Using the data beneath this instruction, retype only the lines from the one that contains "own row, px. */" down to the one that contains "const textW = it.label.length * CHAR_W;", both included, exactly as they appear.

▼▼▼

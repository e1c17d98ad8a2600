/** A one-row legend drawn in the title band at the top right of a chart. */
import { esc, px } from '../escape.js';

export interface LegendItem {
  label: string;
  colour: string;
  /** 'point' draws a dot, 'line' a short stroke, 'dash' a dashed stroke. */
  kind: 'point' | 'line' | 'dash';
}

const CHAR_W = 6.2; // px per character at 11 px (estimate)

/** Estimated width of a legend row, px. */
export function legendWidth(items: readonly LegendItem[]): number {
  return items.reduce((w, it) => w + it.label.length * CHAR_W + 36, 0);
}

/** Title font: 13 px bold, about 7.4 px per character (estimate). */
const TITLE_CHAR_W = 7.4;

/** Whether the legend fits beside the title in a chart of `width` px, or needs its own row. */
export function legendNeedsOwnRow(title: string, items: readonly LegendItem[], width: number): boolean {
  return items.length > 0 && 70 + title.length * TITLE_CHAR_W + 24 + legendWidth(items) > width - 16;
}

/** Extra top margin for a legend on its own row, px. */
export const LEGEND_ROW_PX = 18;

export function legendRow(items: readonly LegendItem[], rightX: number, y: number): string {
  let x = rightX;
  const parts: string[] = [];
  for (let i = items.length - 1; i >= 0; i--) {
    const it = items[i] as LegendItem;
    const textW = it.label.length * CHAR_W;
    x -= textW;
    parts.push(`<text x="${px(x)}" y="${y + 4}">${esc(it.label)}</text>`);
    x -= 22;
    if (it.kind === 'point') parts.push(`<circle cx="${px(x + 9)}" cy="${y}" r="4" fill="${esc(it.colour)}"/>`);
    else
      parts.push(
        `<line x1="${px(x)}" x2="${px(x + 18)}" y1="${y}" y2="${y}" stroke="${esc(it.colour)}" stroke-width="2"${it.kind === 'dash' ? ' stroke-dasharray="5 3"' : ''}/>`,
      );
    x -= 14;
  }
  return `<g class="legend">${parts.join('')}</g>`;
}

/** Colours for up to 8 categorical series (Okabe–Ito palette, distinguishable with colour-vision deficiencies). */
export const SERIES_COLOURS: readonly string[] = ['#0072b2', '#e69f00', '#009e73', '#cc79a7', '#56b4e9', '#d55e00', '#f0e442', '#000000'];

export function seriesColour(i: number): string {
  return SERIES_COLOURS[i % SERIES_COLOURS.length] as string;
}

▲▲▲

→ OUTPUT OF THE EXERCISE:
/** Extra top margin for a legend on its own row, px. */
export const LEGEND_ROW_PX = 18;

export function legendRow(items: readonly LegendItem[], rightX: number, y: number): string {
  let x = rightX;
  const parts: string[] = [];
  for (let i = items.length - 1; i >= 0; i--) {
    const it = items[i] as LegendItem;
    const textW = it.label.length * CHAR_W;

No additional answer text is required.